Dataset entries:
#[test]
fn chunks_of_any_shape_are_read_right_and_tiles_keep_to_them() {
    for chunk in [(1, 1, N), (2, 3, 4), (3, 4, 1), (1, 4, 6), (3, 2, 5)] {
        let (_dir, path) = place();
        foreign(&path, |file| {
            file.unlink("intensity").unwrap();
            let cube = Array3::from_shape_fn((3, 4, N), |(y, x, i)| truth(y, x, i));
            let builder = file.new_dataset_builder().chunk(chunk).shuffle().deflate(5);
            builder.with_data(&cube).create("intensity").unwrap();
        });
        let cube = Cube::open(&path).unwrap();
        for tile_pixels in [1, 3, 6, 12] {
            let tiles = cube.tiles(tile_pixels);
            for tile in &tiles {
                if chunk.0 * chunk.1 <= tile_pixels {
                    let cut =
                        |at: usize, size: usize, end: usize| !at.is_multiple_of(size) && at != end;
                    assert!(
                        !cut(tile.y0, chunk.0, 3) && !cut(tile.y1, chunk.0, 3),
                        "{tile:?}"
                    );
                    assert!(
                        !cut(tile.x0, chunk.1, 4) && !cut(tile.x1, chunk.1, 4),
                        "{tile:?}"
                    );
                }
                let data = cube.read_tile(tile).unwrap();
                for ((p, i), value) in data.intensity.indexed_iter() {
                    let (y, x) = tile.position(p);
                    assert_eq!(*value, truth(y, x, i), "{chunk:?} {tile:?}");
                }
            }
            assert_eq!(tiles.iter().map(|t| t.pixels()).sum::<usize>(), 12);
        }
        let pixel = cube.spectrum(2, 1).unwrap();
        assert_eq!(
            pixel.intensity,
            (0..N).map(|i| truth(2, 1, i)).collect::<Vec<_>>()
        );
        assert_eq!(
            (pixel.wavelength, pixel.medium),
            (wavelengths(), Some(Medium::Air))
        );
        assert!(matches!(
            cube.spectrum(3, 0),
            Err(CubesError::UnknownTile { .. })
        ));
        assert!(matches!(
            cube.spectrum(0, usize::MAX),
            Err(CubesError::UnknownTile { .. })
        ));
    }
}

#[test]
fn nan_in_the_data_comes_masked() {
    let (_dir, path) = place();
    foreign(&path, |file| {
        let mut cube = Array3::from_elem((3, 4, N), 1.0);
        cube[(2, 3, 1)] = f64::NAN;
        cube[(0, 0, 0)] = f64::INFINITY;
        replace(file, "intensity", &cube);
    });
    let cube = Cube::open(&path).unwrap();
    let data = cube.read_tile(&cube.tiles(12)[0]).unwrap();
    assert_eq!(data.mask.iter().filter(|m| **m).count(), 2);
    assert!(data.mask[(11, 1)] && data.mask[(0, 0)]);
}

What you need to do: "intensity" is the string to look for; please copy every line of the records above where it appears.

Problem solution:
            file.unlink("intensity").unwrap();
            builder.with_data(&cube).create("intensity").unwrap();
                for ((p, i), value) in data.intensity.indexed_iter() {
            pixel.intensity,
        replace(file, "intensity", &cube);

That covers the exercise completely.